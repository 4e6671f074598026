import { Link, useNavigate, useSearchParams } from 'react-router';
import { fitsZone, type ZoneFit } from '@shared/hardiness';
import { hasRole } from '@shared/schemas/common';
import type { CultivarSummary } from '@shared/schemas/cultivars';
import type { UnitSystem } from '@shared/units';
import { Button, buttonClasses } from '@/components/button';
import { Card } from '@/components/card';
import { ClipVideo } from '@/components/clip-video';
import { CultivarPicker } from '@/components/cultivar-picker';
import { CultivarName, FictionalMark } from '@/components/cultivar-name';
import { ErrorState } from '@/components/error-state';
import { Page } from '@/components/page';
import { Loading } from '@/components/spinner';
import { ZoneFitNote } from '@/components/zone-fit-badge';
import { isApiError } from '@/lib/api';
import { useMe } from '@/lib/auth';
import { colourOf } from '@/lib/trait-words';
import { clockText, tourMomentHref } from '@/lib/tour-moment';
import { GardenSettingsPanel } from '@/features/preferences/components/garden-settings';
import { useReaderPrefs } from '@/features/preferences/hooks/use-reader-prefs';
import { useCompare, type CompareResponse, type CompareRowDto } from '../api/compare-api';
import { compareHref, MAX_COMPARE, parseCompareIds } from '../lib/compare-ids';
import { formatCompareCell } from '../lib/compare-values';
import { noteFor, pairsOf } from '../lib/pair-notes';
import { PairNote } from './pair-note';

const INTRO = 'Look-alike cultivars in columns, the traits that tell them apart first, each with a clip from a tour.';

/** The epithet in single quotes, as the full names print it (ICNCP style per the RHS summary). */
function shortName(c: Pick<CultivarSummary, 'epithet'>): string {
  return `'${c.epithet}'`;
}

/** The shared record picker in its adding form: each pick puts one more record beside the others. */
function AddRecordPicker({ ids, onIds }: { ids: number[]; onIds: (next: number[]) => void }) {
  return (
    <CultivarPicker
      adds
      label="Find a cultivar record"
      hint="Type part of a name; common misspellings are found too."
      value={null}
      onChange={(c) => c && onIds([...ids, c.id])}
      exclude={ids}
    />
  );
}

function zoneFitOf(hardiness: unknown, zone: string | null, container: boolean): ZoneFit | null {
  if (!zone) return null;
  try {
    return fitsZone((hardiness ?? null) as Parameters<typeof fitsZone>[0], zone, { container });
  } catch {
    return null;
  }
}

function Cell({ row, index, system }: { row: CompareRowDto; index: number; system: UnitSystem }) {
  const value = row.values[index];
  const cell = formatCompareCell(row.trait, value, system);
  if (value === null || value === undefined) return <td className="px-3 py-2 align-top italic">Not recorded</td>;
  return (
    <td className="px-3 py-2 align-top">
      {cell.colours ? (
        <span className="flex flex-wrap items-center gap-x-3 gap-y-1">
          {cell.colours.map((id) => {
            const c = colourOf(id);
            return (
              <span key={id} className="inline-flex items-center gap-1.5">
                <span
                  aria-hidden="true"
                  className="inline-block size-4 shrink-0 rounded-full border border-edge"
                  style={{ background: c.accentHex ? `linear-gradient(135deg, ${c.hex} 0 55%, ${c.accentHex} 55% 100%)` : c.hex }}
                />
                {c.label}
              </span>
            );
          })}
        </span>
      ) : (
        cell.text
      )}
    </td>
  );
}

function TraitTable({ rows, records, system, caption }: { rows: CompareRowDto[]; records: CompareResponse['records']; system: UnitSystem; caption: string }) {
  return (
    <div className="overflow-x-auto rounded-lg border border-rule bg-card" tabIndex={0} role="region" aria-label={caption}>
      <table className={`w-full border-collapse text-left text-sm sm:text-base ${records.length > 2 ? 'min-w-[34rem]' : ''}`}>
        <caption className="sr-only">{caption}</caption>
        <thead>
          <tr className="border-b border-rule bg-paper">
            <th scope="col" className="w-1/4 px-3 py-2 font-ui text-sm">
              Trait
            </th>
            {records.map((r) => (
              <th key={r.cultivar.id} scope="col" className="px-3 py-2">
                {shortName(r.cultivar)}
              </th>
            ))}
          </tr>
        </thead>
        <tbody>
          {rows.map((row) => (
            <tr key={row.trait} className={`border-b border-rule last:border-0 ${row.differs ? 'bg-maple-wash' : ''}`}>
              <th scope="row" className={`px-3 py-2 align-top ${row.differs ? 'border-l-4 border-maple' : ''}`}>
                <span className="block">{row.label}</span>
                {row.differs ? (
                  <span className="mt-0.5 inline-block font-ui text-xs font-bold tracking-wide whitespace-nowrap text-maple uppercase">
                    <span aria-hidden="true">≠ </span>Differs
                  </span>
                ) : row.known < records.length ? (
                  <span className="mt-0.5 inline-block font-ui text-xs font-semibold text-ink-soft">Not on every record</span>
                ) : null}
              </th>
              {records.map((r, i) => (
                <Cell key={r.cultivar.id} row={row} index={i} system={system} />
              ))}
            </tr>
          ))}
        </tbody>
      </table>
    </div>
  );
}

function RecordColumn({
  record,
  zone,
  container,
  onRemove,
}: {
  record: CompareResponse['records'][number];
  zone: string | null;
  container: boolean;
  onRemove?: () => void;
}) {
  const fit = zoneFitOf(record.traits?.hardiness, zone, container);
  const clip = record.clip;
  return (
    <article aria-label={record.cultivar.acceptedName} className="flex flex-col rounded-lg border border-rule bg-card p-4 shadow-leaf">
      <h2 className="text-lg leading-snug">
        <CultivarName record={record.cultivar} />
      </h2>
      <div className="mt-1">
        <FictionalMark record={record.cultivar} />
      </div>
      <div className="mt-3">
        {clip ? (
          <>
            <ClipVideo videoUrl={clip.videoUrl} posterUrl={clip.posterUrl} startMs={clip.startMs} endMs={clip.endMs} label={`Clip of ${record.cultivar.acceptedName}`} />
            <p className="mt-1 text-sm">
              From <Link to={tourMomentHref(clip.tourId, clip.startMs)}>{clip.tourTitle}</Link> <span className="tabular-nums">at {clockText(clip.startMs)}</span>
            </p>
          </>
        ) : (
          <p className="grid aspect-video place-items-center rounded-md border border-dashed border-edge bg-paper p-3 text-center text-sm text-ink-soft">
            Not in a published tour yet.
          </p>
        )}
      </div>
      {fit && (
        <ZoneFitNote fit={fit} zone={zone} className="mt-3 text-sm" />
      )}
      <div className="mt-auto flex flex-wrap items-center gap-3 pt-3">
        <Link to={`/cultivars/${record.cultivar.slug}`} className="font-bold">
          Cultivar record<span className="sr-only">: {record.cultivar.acceptedName}</span>
        </Link>
        {onRemove && (
          <Button variant="quiet" size="sm" onClick={onRemove}>
            <span>
              Remove<span className="sr-only"> {record.cultivar.acceptedName}</span> from the comparison
            </span>
          </Button>
        )}
      </div>
    </article>
  );
}

function Comparison({ data, ids, onIds }: { data: CompareResponse; ids: number[]; onIds: (ids: number[]) => void }) {
  const { prefs } = useReaderPrefs();
  const { data: me } = useMe();
  const canEdit = hasRole(me?.role, 'author');
  const records = data.records;
  const rows = data.comparison.rows;
  const differs = rows.filter((r) => r.differs);
  const partly = rows.filter((r) => !r.differs && r.known < records.length);
  const alike = rows.filter((r) => !r.differs && r.known === records.length);
  const byId = new Map(records.map((r) => [r.cultivar.id, r.cultivar]));

  return (
    <div className="space-y-8">
      <div className={`grid gap-4 ${records.length === 3 ? 'md:grid-cols-3' : 'sm:grid-cols-2'}`}>
        {records.map((r) => (
          <RecordColumn
            key={r.cultivar.id}
            record={r}
            zone={prefs.zone}
            container={prefs.container}
            // Removing one of two leads to the picker, which is also how a record is swapped.
            onRemove={() => onIds(ids.filter((x) => x !== r.cultivar.id))}
          />
        ))}
      </div>
      {!prefs.zone && (
        <div className="max-w-md">
          <p className="mb-2 text-sm text-ink-soft">Set your hardiness zone to see whether each one suits your garden.</p>
          <GardenSettingsPanel />
        </div>
      )}

      <section aria-labelledby="diff-h" className="space-y-3">
        <h2 id="diff-h" className="text-2xl text-moss-deep">
          {differs.length ? `Where they differ (${differs.length})` : 'Where they differ'}
        </h2>
        {differs.length === 0 && partly.length === 0 ? (
          <p>On the traits on record these look the same. A tour clip, or the note below, may show what tells them apart.</p>
        ) : (
          <TraitTable rows={[...differs, ...partly]} records={records} system={prefs.unitSystem} caption="Traits that differ, then traits not on every record" />
        )}
        {alike.length > 0 && (
          <details className="rounded-lg border border-rule bg-paper p-3">
            <summary className="cursor-pointer font-bold text-moss">
              Alike in {alike.length} trait{alike.length === 1 ? '' : 's'}: {alike.map((r) => r.label.toLowerCase()).join(', ')}
            </summary>
            <div className="mt-3">
              <TraitTable rows={alike} records={records} system={prefs.unitSystem} caption="Traits they share" />
            </div>
          </details>
        )}
      </section>

      <section aria-labelledby="notes-h" className="space-y-3">
        <h2 id="notes-h" className="text-2xl text-moss-deep">
          How to tell them apart
        </h2>
        <div className="grid gap-4 md:grid-cols-2">
          {pairsOf(ids).map(([a, b]) => {
            const A = byId.get(a);
            const B = byId.get(b);
            return (
              <PairNote
                key={`${a}-${b}`}
                aId={a}
                bId={b}
                title={A && B ? `${shortName(A)} and ${shortName(B)}` : 'This pair'}
                note={noteFor(data.notes, a, b)}
                canEdit={canEdit}
              />
            );
          })}
        </div>
      </section>

      {records.length < MAX_COMPARE && (
        <details className="rounded-lg border border-rule bg-card p-4">
          <summary className="cursor-pointer font-bold text-moss">Add a third record</summary>
          <div className="mt-3">
            <AddRecordPicker ids={ids} onIds={onIds} />
          </div>
        </details>
      )}
    </div>
  );
}

/** /compare?ids=…: two or three cultivar records side by side, differences first. */
export function ComparePage() {
  const [params] = useSearchParams();
  const navigate = useNavigate();
  const { ids, status } = parseCompareIds(params.get('ids'));
  const compare = useCompare(ids);
  const onIds = (next: number[]) => navigate(compareHref(next));

  if (status === 'too_few') {
    return (
      <Page title="Side by side" intro={INTRO} width="medium">
        <Card>
          <h2 className="text-xl">{ids.length === 1 ? 'Pick one more record' : 'Pick two records to compare'}</h2>
          <p className="mt-1 text-ink-soft">
            Side by side needs at least two cultivar records. {ids.length === 1 ? 'One is chosen; add the look-alike you want to set beside it.' : 'Add the first, then its look-alike.'}{' '}
            The <Link to="/finder">tree finder</Link> also offers look-alikes for each tree it suggests.
          </p>
          <div className="mt-4">
            <AddRecordPicker ids={ids} onIds={onIds} />
          </div>
        </Card>
      </Page>
    );
  }
  if (status === 'too_many') {
    return (
      <Page title="Side by side" intro={INTRO} width="medium">
        <Card>
          <h2 className="text-xl">Too many records for one view</h2>
          <p className="mt-1">Side by side shows at most {MAX_COMPARE} records at a time, so the columns stay readable.</p>
          <Link to={compareHref(ids.slice(0, MAX_COMPARE))} className={buttonClasses('primary', 'md', 'mt-4')}>
            Compare the first {MAX_COMPARE}
          </Link>
        </Card>
      </Page>
    );
  }

  let body;
  if (compare.isPending) body = <Loading label="Setting the records side by side…" />;
  else if (compare.isError) {
    const missing = isApiError(compare.error) && compare.error.status === 404;
    body = (
      <>
        <ErrorState title={missing ? 'One of these records is not available' : 'Side by side could not be loaded'} error={compare.error} onRetry={missing ? undefined : () => void compare.refetch()} />
        <Link to="/compare" className={buttonClasses('secondary')}>
          Pick other records
        </Link>
      </>
    );
  } else body = <Comparison data={compare.data} ids={ids} onIds={onIds} />;

  return (
    <Page title="Side by side" intro={INTRO} width="wide">
      {body}
    </Page>
  );
}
□ □ □ □ □
**Task goal:**
Show every line of the data that includes the string "cursor".

**Worked solution:**
            <summary className="cursor-pointer font-bold text-moss">
          <summary className="cursor-pointer font-bold text-moss">Add a third record</summary>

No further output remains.